» **Problem to solve**
Please copy out the records that follow exactly as they stand.

##############################

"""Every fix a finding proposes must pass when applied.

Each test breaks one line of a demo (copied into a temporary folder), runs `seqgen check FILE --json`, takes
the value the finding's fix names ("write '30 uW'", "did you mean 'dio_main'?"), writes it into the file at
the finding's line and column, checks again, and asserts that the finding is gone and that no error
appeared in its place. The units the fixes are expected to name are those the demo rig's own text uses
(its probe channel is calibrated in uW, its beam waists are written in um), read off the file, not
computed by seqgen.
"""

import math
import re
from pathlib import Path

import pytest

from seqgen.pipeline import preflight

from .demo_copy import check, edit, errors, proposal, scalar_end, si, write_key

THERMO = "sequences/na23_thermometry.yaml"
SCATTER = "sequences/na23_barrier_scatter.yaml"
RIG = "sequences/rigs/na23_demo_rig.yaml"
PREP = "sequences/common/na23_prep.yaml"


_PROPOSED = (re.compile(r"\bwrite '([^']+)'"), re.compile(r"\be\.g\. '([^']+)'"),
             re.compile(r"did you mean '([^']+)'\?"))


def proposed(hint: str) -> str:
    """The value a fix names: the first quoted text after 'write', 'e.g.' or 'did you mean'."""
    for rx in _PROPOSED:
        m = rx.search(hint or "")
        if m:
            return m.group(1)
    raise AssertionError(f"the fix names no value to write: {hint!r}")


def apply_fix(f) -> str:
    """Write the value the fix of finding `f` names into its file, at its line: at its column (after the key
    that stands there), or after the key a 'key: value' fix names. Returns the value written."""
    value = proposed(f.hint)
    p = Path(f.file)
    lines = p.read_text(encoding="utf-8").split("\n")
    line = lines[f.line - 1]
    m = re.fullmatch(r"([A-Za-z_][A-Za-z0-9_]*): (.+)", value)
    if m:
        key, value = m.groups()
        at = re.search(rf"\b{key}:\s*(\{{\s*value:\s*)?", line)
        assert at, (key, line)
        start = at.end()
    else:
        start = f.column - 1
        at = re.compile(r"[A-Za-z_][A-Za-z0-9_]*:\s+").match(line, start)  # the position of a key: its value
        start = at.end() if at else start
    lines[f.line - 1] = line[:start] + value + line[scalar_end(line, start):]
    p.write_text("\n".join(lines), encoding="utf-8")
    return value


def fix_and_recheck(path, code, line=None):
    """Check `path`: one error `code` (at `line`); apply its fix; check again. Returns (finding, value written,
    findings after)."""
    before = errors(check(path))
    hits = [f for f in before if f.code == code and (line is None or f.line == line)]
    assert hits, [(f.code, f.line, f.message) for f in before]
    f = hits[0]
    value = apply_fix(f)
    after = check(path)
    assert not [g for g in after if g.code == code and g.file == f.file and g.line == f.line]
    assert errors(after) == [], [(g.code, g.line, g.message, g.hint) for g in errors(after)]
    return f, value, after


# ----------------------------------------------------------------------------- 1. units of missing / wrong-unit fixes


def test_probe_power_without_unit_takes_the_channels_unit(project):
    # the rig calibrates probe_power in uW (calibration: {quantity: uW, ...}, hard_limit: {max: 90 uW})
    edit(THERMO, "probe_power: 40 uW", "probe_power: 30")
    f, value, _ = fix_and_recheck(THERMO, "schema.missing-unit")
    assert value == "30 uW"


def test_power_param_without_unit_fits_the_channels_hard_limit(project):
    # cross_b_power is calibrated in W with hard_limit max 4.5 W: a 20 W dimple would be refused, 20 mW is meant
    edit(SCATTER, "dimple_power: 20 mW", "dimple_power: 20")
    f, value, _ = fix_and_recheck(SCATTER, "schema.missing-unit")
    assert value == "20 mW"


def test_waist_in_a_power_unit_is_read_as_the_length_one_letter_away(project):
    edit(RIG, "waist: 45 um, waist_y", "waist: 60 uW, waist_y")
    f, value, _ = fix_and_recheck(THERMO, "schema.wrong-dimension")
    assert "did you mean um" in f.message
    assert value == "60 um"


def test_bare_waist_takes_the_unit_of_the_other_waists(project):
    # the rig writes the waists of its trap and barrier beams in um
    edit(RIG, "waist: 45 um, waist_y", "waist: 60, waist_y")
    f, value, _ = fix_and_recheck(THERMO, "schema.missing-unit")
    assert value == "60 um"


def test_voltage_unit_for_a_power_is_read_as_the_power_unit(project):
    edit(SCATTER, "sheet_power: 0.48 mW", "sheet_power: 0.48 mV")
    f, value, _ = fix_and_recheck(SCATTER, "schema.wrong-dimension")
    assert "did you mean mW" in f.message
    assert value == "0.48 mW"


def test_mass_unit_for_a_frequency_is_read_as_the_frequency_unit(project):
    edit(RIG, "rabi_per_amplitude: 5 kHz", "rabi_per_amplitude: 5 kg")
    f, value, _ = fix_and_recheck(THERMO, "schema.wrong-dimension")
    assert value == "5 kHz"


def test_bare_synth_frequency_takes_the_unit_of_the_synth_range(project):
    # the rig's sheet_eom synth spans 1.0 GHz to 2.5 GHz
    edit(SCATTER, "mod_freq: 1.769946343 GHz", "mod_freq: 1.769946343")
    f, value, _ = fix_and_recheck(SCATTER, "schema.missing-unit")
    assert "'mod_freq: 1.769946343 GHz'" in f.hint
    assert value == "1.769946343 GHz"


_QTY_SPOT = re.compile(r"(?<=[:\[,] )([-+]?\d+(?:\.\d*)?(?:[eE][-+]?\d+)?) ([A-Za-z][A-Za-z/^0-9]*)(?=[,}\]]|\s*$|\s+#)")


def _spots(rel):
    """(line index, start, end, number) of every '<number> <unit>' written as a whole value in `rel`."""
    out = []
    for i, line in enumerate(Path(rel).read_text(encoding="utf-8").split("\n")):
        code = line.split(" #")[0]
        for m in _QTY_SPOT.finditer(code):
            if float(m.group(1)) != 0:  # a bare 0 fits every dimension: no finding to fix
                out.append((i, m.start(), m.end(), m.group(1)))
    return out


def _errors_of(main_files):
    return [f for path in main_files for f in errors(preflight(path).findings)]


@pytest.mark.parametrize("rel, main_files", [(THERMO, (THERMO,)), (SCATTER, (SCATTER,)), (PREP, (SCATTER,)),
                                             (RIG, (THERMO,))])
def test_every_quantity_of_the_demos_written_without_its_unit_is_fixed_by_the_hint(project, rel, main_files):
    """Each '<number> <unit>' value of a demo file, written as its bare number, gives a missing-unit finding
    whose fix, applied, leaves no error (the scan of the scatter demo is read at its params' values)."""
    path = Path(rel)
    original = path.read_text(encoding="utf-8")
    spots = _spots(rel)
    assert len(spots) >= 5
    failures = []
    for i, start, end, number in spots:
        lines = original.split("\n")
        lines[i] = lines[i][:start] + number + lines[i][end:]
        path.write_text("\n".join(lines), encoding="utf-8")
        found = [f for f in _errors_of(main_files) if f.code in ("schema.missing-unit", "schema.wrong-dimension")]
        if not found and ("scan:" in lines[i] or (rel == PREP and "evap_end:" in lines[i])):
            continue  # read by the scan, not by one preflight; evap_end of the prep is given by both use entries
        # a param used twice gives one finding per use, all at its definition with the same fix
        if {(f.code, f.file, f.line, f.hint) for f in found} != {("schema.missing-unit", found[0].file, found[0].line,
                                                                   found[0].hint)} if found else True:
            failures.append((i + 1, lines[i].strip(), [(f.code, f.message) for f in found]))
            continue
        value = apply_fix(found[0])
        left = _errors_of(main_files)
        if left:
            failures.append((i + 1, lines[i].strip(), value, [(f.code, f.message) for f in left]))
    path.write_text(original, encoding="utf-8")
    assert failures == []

##############################

» **Answer to the problem**
"""Every fix a finding proposes must pass when applied.

Each test breaks one line of a demo (copied into a temporary folder), runs `seqgen check FILE --json`, takes
the value the finding's fix names ("write '30 uW'", "did you mean 'dio_main'?"), writes it into the file at
the finding's line and column, checks again, and asserts that the finding is gone and that no error
appeared in its place. The units the fixes are expected to name are those the demo rig's own text uses
(its probe channel is calibrated in uW, its beam waists are written in um), read off the file, not
computed by seqgen.
"""

import math
import re
from pathlib import Path

import pytest

from seqgen.pipeline import preflight

from .demo_copy import check, edit, errors, proposal, scalar_end, si, write_key

THERMO = "sequences/na23_thermometry.yaml"
SCATTER = "sequences/na23_barrier_scatter.yaml"
RIG = "sequences/rigs/na23_demo_rig.yaml"
PREP = "sequences/common/na23_prep.yaml"


_PROPOSED = (re.compile(r"\bwrite '([^']+)'"), re.compile(r"\be\.g\. '([^']+)'"),
             re.compile(r"did you mean '([^']+)'\?"))


def proposed(hint: str) -> str:
    """The value a fix names: the first quoted text after 'write', 'e.g.' or 'did you mean'."""
    for rx in _PROPOSED:
        m = rx.search(hint or "")
        if m:
            return m.group(1)
    raise AssertionError(f"the fix names no value to write: {hint!r}")


def apply_fix(f) -> str:
    """Write the value the fix of finding `f` names into its file, at its line: at its column (after the key
    that stands there), or after the key a 'key: value' fix names. Returns the value written."""
    value = proposed(f.hint)
    p = Path(f.file)
    lines = p.read_text(encoding="utf-8").split("\n")
    line = lines[f.line - 1]
    m = re.fullmatch(r"([A-Za-z_][A-Za-z0-9_]*): (.+)", value)
    if m:
        key, value = m.groups()
        at = re.search(rf"\b{key}:\s*(\{{\s*value:\s*)?", line)
        assert at, (key, line)
        start = at.end()
    else:
        start = f.column - 1
        at = re.compile(r"[A-Za-z_][A-Za-z0-9_]*:\s+").match(line, start)  # the position of a key: its value
        start = at.end() if at else start
    lines[f.line - 1] = line[:start] + value + line[scalar_end(line, start):]
    p.write_text("\n".join(lines), encoding="utf-8")
    return value


def fix_and_recheck(path, code, line=None):
    """Check `path`: one error `code` (at `line`); apply its fix; check again. Returns (finding, value written,
    findings after)."""
    before = errors(check(path))
    hits = [f for f in before if f.code == code and (line is None or f.line == line)]
    assert hits, [(f.code, f.line, f.message) for f in before]
    f = hits[0]
    value = apply_fix(f)
    after = check(path)
    assert not [g for g in after if g.code == code and g.file == f.file and g.line == f.line]
    assert errors(after) == [], [(g.code, g.line, g.message, g.hint) for g in errors(after)]
    return f, value, after


# ----------------------------------------------------------------------------- 1. units of missing / wrong-unit fixes


def test_probe_power_without_unit_takes_the_channels_unit(project):
    # the rig calibrates probe_power in uW (calibration: {quantity: uW, ...}, hard_limit: {max: 90 uW})
    edit(THERMO, "probe_power: 40 uW", "probe_power: 30")
    f, value, _ = fix_and_recheck(THERMO, "schema.missing-unit")
    assert value == "30 uW"


def test_power_param_without_unit_fits_the_channels_hard_limit(project):
    # cross_b_power is calibrated in W with hard_limit max 4.5 W: a 20 W dimple would be refused, 20 mW is meant
    edit(SCATTER, "dimple_power: 20 mW", "dimple_power: 20")
    f, value, _ = fix_and_recheck(SCATTER, "schema.missing-unit")
    assert value == "20 mW"


def test_waist_in_a_power_unit_is_read_as_the_length_one_letter_away(project):
    edit(RIG, "waist: 45 um, waist_y", "waist: 60 uW, waist_y")
    f, value, _ = fix_and_recheck(THERMO, "schema.wrong-dimension")
    assert "did you mean um" in f.message
    assert value == "60 um"


def test_bare_waist_takes_the_unit_of_the_other_waists(project):
    # the rig writes the waists of its trap and barrier beams in um
    edit(RIG, "waist: 45 um, waist_y", "waist: 60, waist_y")
    f, value, _ = fix_and_recheck(THERMO, "schema.missing-unit")
    assert value == "60 um"


def test_voltage_unit_for_a_power_is_read_as_the_power_unit(project):
    edit(SCATTER, "sheet_power: 0.48 mW", "sheet_power: 0.48 mV")
    f, value, _ = fix_and_recheck(SCATTER, "schema.wrong-dimension")
    assert "did you mean mW" in f.message
    assert value == "0.48 mW"


def test_mass_unit_for_a_frequency_is_read_as_the_frequency_unit(project):
    edit(RIG, "rabi_per_amplitude: 5 kHz", "rabi_per_amplitude: 5 kg")
    f, value, _ = fix_and_recheck(THERMO, "schema.wrong-dimension")
    assert value == "5 kHz"


def test_bare_synth_frequency_takes_the_unit_of_the_synth_range(project):
    # the rig's sheet_eom synth spans 1.0 GHz to 2.5 GHz
    edit(SCATTER, "mod_freq: 1.769946343 GHz", "mod_freq: 1.769946343")
    f, value, _ = fix_and_recheck(SCATTER, "schema.missing-unit")
    assert "'mod_freq: 1.769946343 GHz'" in f.hint
    assert value == "1.769946343 GHz"


_QTY_SPOT = re.compile(r"(?<=[:\[,] )([-+]?\d+(?:\.\d*)?(?:[eE][-+]?\d+)?) ([A-Za-z][A-Za-z/^0-9]*)(?=[,}\]]|\s*$|\s+#)")


def _spots(rel):
    """(line index, start, end, number) of every '<number> <unit>' written as a whole value in `rel`."""
    out = []
    for i, line in enumerate(Path(rel).read_text(encoding="utf-8").split("\n")):
        code = line.split(" #")[0]
        for m in _QTY_SPOT.finditer(code):
            if float(m.group(1)) != 0:  # a bare 0 fits every dimension: no finding to fix
                out.append((i, m.start(), m.end(), m.group(1)))
    return out


def _errors_of(main_files):
    return [f for path in main_files for f in errors(preflight(path).findings)]


@pytest.mark.parametrize("rel, main_files", [(THERMO, (THERMO,)), (SCATTER, (SCATTER,)), (PREP, (SCATTER,)),
                                             (RIG, (THERMO,))])
def test_every_quantity_of_the_demos_written_without_its_unit_is_fixed_by_the_hint(project, rel, main_files):
    """Each '<number> <unit>' value of a demo file, written as its bare number, gives a missing-unit finding
    whose fix, applied, leaves no error (the scan of the scatter demo is read at its params' values)."""
    path = Path(rel)
    original = path.read_text(encoding="utf-8")
    spots = _spots(rel)
    assert len(spots) >= 5
    failures = []
    for i, start, end, number in spots:
        lines = original.split("\n")
        lines[i] = lines[i][:start] + number + lines[i][end:]
        path.write_text("\n".join(lines), encoding="utf-8")
        found = [f for f in _errors_of(main_files) if f.code in ("schema.missing-unit", "schema.wrong-dimension")]
        if not found and ("scan:" in lines[i] or (rel == PREP and "evap_end:" in lines[i])):
            continue  # read by the scan, not by one preflight; evap_end of the prep is given by both use entries
        # a param used twice gives one finding per use, all at its definition with the same fix
        if {(f.code, f.file, f.line, f.hint) for f in found} != {("schema.missing-unit", found[0].file, found[0].line,
                                                                   found[0].hint)} if found else True:
            failures.append((i + 1, lines[i].strip(), [(f.code, f.message) for f in found]))
            continue
        value = apply_fix(found[0])
        left = _errors_of(main_files)
        if left:
            failures.append((i + 1, lines[i].strip(), value, [(f.code, f.message) for f in left]))
    path.write_text(original, encoding="utf-8")
    assert failures == []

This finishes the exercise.